-------- Records provided

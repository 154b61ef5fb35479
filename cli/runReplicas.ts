/**
 * `tenuis run --replicas N`: N replicas of the case on worker threads (one per core is the useful maximum), merged
 * into one result. Ctrl-C cancels every replica after its current chunk and keeps all samples; a replica whose worker
 * dies is reported, and its samples up to its last safety snapshot are kept.
 */
import type { Case } from '../engine/case/schema';
import type { SampleSet } from '../engine/results/sampleSet';
import { runReplicaPool, type ReplicaReport } from '../workers/replicaPool';
import { summarizeSamples, type SimulationResult } from '../engine/results/summarize';
import { summaryJson } from '../engine/report/summaryJson';
import { evaluateStop, relativeHalfWidthOf, estimateRemaining, type PrecisionTarget } from '../engine/stats/stopping';
import { duration } from './format';
import { estimateAt } from '../engine/results/targetQuantities';
import { nodeReplicaFactory } from '../workers/nodeReplica';
import type { Progress } from './progress';

export interface ReplicaRunOutcome {
  readonly merged: SampleSet | null;
  readonly replicas: readonly ReplicaReport[];
  readonly cancelled: boolean;
  /** The stopping rule that ended the run early, or null. */
  readonly stoppedBy: string | null;
  readonly wallSeconds: number;
  readonly particleSteps: number;
}

export async function runReplicas(
  caseData: Case,
  replicas: number,
  o: { progress?: Progress; isInterrupted: () => boolean; workerUrl?: URL; stopping?: StoppingOptions },
): Promise<ReplicaRunOutcome> {
  const t0 = performance.now();
  const stopping = o.stopping;
  const pool = runReplicaPool({
    caseInput: caseData,
    replicas,
    createReplica: nodeReplicaFactory(o.workerUrl),
    sampleSteps: stopping?.maxSampleSteps,
    snapshotEveryMs: stopping && (stopping.target || stopping.maxSeconds !== undefined) ? 2000 : 5000,
    check: stopping ? (merged, elapsed) => checkStop(merged, elapsed, stopping, o.progress) : undefined,
    onProgress: (p) => {
      const live = p.replicas.filter((r, k) => r && !p.lost.includes(k));
      if (!live.length) return;
      const mean = (f: (r: NonNullable<(typeof live)[number]>) => number) =>
        Math.round(live.reduce((s, r) => s + f(r!), 0) / live.length);
      o.progress?.setTotals(
        mean((r) => r.totalSteps),
        live.some((r) => r!.phase === 'transient') ? Infinity : 0,
      );
      o.progress?.update(mean((r) => r.stepsDone));
    },
  });
  let cancelled = false;
  const watch = setInterval(() => {
    if (!cancelled && o.isInterrupted()) {
      cancelled = true;
      pool.cancel();
    }
  }, 100);
  try {
    const outcome = await pool.done;
    return {
      merged: outcome.merged,
      replicas: outcome.replicas,
      cancelled,
      stoppedBy: outcome.stoppedBy,
      wallSeconds: (performance.now() - t0) / 1000,
      particleSteps: outcome.replicas.reduce((s, r) => s + r.particleSteps, 0),
    };
  } finally {
    clearInterval(watch);
  }
}

export interface StoppingOptions {
  readonly target?: PrecisionTarget;
  readonly maxSeconds?: number;
  /** Sampling steps per replica (the step budget). */
  readonly maxSampleSteps?: number;
}

function checkStop(merged: SampleSet, elapsedSeconds: number, s: StoppingOptions, progress?: Progress): string | null {
  const estimate = s.target ? estimateAt(summarizeSamples(merged), s.target.path) : undefined;
  const decision = evaluateStop({ stepsDone: 0, elapsedSeconds, maxSeconds: s.maxSeconds, target: s.target, estimate });
  if (s.target && estimate && Number.isFinite(estimate.ci95)) {
    const rel = relativeHalfWidthOf(estimate);
    let note = `${s.target.path} ±${(100 * rel).toPrecision(2)} % (target ${(100 * s.target.relativeHalfWidth).toPrecision(2)} %)`;
    if (Number.isFinite(rel) && rel > s.target.relativeHalfWidth && merged.counters.sampledSteps > 0) {
      const left = estimateRemaining(rel, s.target.relativeHalfWidth, merged.counters.sampledSteps, elapsedSeconds);
      if (left.additionalSeconds !== undefined) note += `, ~${duration(left.additionalSeconds)} to go`;
    }
    progress?.setNote(note);
  }
  return decision.stop ? decision.reason : null;
}

/** What replicas.json says of each replica: its status and, when it sampled, its own wall estimates. */
export function replicaReportJson(r: ReplicaReport, caseName: string) {
  const own =
    r.samples && r.samples.counters.sampledSteps > 0
      ? summaryJson(summarizeSamples(r.samples), {
          caseName,
          performance: {
            wallSeconds: r.wallSeconds,
            particleSteps: r.particleSteps,
            particleStepsPerSecond: r.wallSeconds > 0 ? r.particleSteps / r.wallSeconds : NaN,
          },
        })
      : null;
  return {
    stream: r.stream,
    status: r.status,
    ...(r.reason ? { reason: r.reason } : {}),
    stepsDone: r.stepsDone,
    sampledSteps: r.samples?.counters.sampledSteps ?? 0,
    particleSteps: r.particleSteps,
    wallSeconds: r.wallSeconds,
    walls: own?.walls ?? null,
  };
}
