/**
 * How a `tenuis` command is declared: its name, its lines in `tenuis --help`, its usage text beside its option specs,
 * and a run function. Written once here, for every command: argument parsing (node:util parseArgs), a usage error
 * for what the parser refuses, `--help`/`-h`, and Ctrl-C (the first sets a flag the command's run watches; a second
 * ends the process at once, the default action). The table of commands is cli/commands/index.ts.
 */
import { parseArgs, type ParseArgsConfig } from 'node:util';
import { UsageError, EXIT_OK } from './errors';
import type { CommandIO } from './commands/io';

type OptionSpecs = NonNullable<ParseArgsConfig['options']>;
const HELP_OPTION = { help: { type: 'boolean', short: 'h' } } as const;
type WithHelp<O extends OptionSpecs> = O & typeof HELP_OPTION;

/** What parseArgs gives for these options (and --help), positionals allowed. */
export type ParsedArgs<O extends OptionSpecs> = ReturnType<
  typeof parseArgs<{ args: string[]; options: WithHelp<O>; allowPositionals: true; strict: true }>
>;

/** Ctrl-C while a command runs. */
export interface Interrupt {
  readonly interrupted: boolean;
  /** Calls `f` on the first Ctrl-C (at once if it came already); returns a function that unregisters it. */
  onInterrupt(f: () => void): () => void;
  /** Gives Ctrl-C its default action back (ending the process). */
  dispose(): void;
}

export interface CommandContext {
  readonly io: CommandIO;
  /** The arguments after the command's name, as given. */
  readonly args: readonly string[];
  /** A usage error of this command: the message, then its usage text (exit code 2). */
  usageError(message: string): UsageError;
  /** From now on the first Ctrl-C only sets a flag (until dispose(), at the latest when the command returns). */
  watchInterrupt(): Interrupt;
}

export interface CommandSpec<O extends OptionSpecs> {
  readonly name: string;
  /** Its entry in `tenuis --help`, verbatim (synopsis and one-line summary, aligned as printed). */
  readonly summary: string;
  /** `tenuis COMMAND --help` and the text after a usage error. */
  readonly usage: string;
  readonly options: O;
  /** Rewrites the arguments before they are parsed (e.g. `--knudsen -1` as `--knudsen=-1`). */
  readonly prepareArgs?: (args: readonly string[]) => string[];
  /** Unknown options are kept instead of refused (the command checks its arguments itself). Default true. */
  readonly strict?: boolean;
  /** The command answers --help itself (e.g. `preset NAME --help`). */
  readonly ownHelp?: boolean;
  run(parsed: ParsedArgs<O>, context: CommandContext): number | Promise<number>;
}

export interface Command {
  readonly name: string;
  readonly summary: string;
  readonly usage: string;
  execute(args: string[], io: CommandIO): Promise<number>;
}

function watchInterrupt(): Interrupt {
  let interrupted = false;
  let listening = true;
  const listeners = new Set<() => void>();
  const onSigint = () => {
    interrupted = true;
    for (const f of [...listeners]) f();
  };
  process.once('SIGINT', onSigint);
  return {
    get interrupted() {
      return interrupted;
    },
    onInterrupt(f) {
      if (interrupted) f();
      else listeners.add(f);
      return () => void listeners.delete(f);
    },
    dispose() {
      if (!listening) return;
      listening = false;
      listeners.clear();
      process.removeListener('SIGINT', onSigint);
    },
  };
}

export function defineCommand<O extends OptionSpecs>(spec: CommandSpec<O>): Command {
  return {
    name: spec.name,
    summary: spec.summary,
    usage: spec.usage,
    async execute(args, io) {
      let parsed: ParsedArgs<O>;
      try {
        parsed = parseArgs({
          args: spec.prepareArgs ? spec.prepareArgs(args) : args,
          allowPositionals: true,
          strict: spec.strict ?? true,
          options: { ...spec.options, ...HELP_OPTION },
        }) as ParsedArgs<O>;
      } catch (e) {
        throw new UsageError((e as Error).message, spec.usage);
      }
      if ((parsed.values as { help?: boolean }).help && !spec.ownHelp) {
        io.stdout.write(`${spec.usage}\n`);
        return EXIT_OK;
      }
      const watches: Interrupt[] = [];
      try {
        return await spec.run(parsed, {
          io,
          args,
          usageError: (message) => new UsageError(message, spec.usage),
          watchInterrupt: () => {
            const w = watchInterrupt();
            watches.push(w);
            return w;
          },
        });
      } finally {
        for (const w of watches) w.dispose();
      }
    },
  };
}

----------------

§ Problem to work on
Locate and copy each line in the data above that includes the word "cancelled".

§ Reply
  readonly cancelled: boolean;
  let cancelled = false;
    if (!cancelled && o.isInterrupted()) {
      cancelled = true;
      cancelled,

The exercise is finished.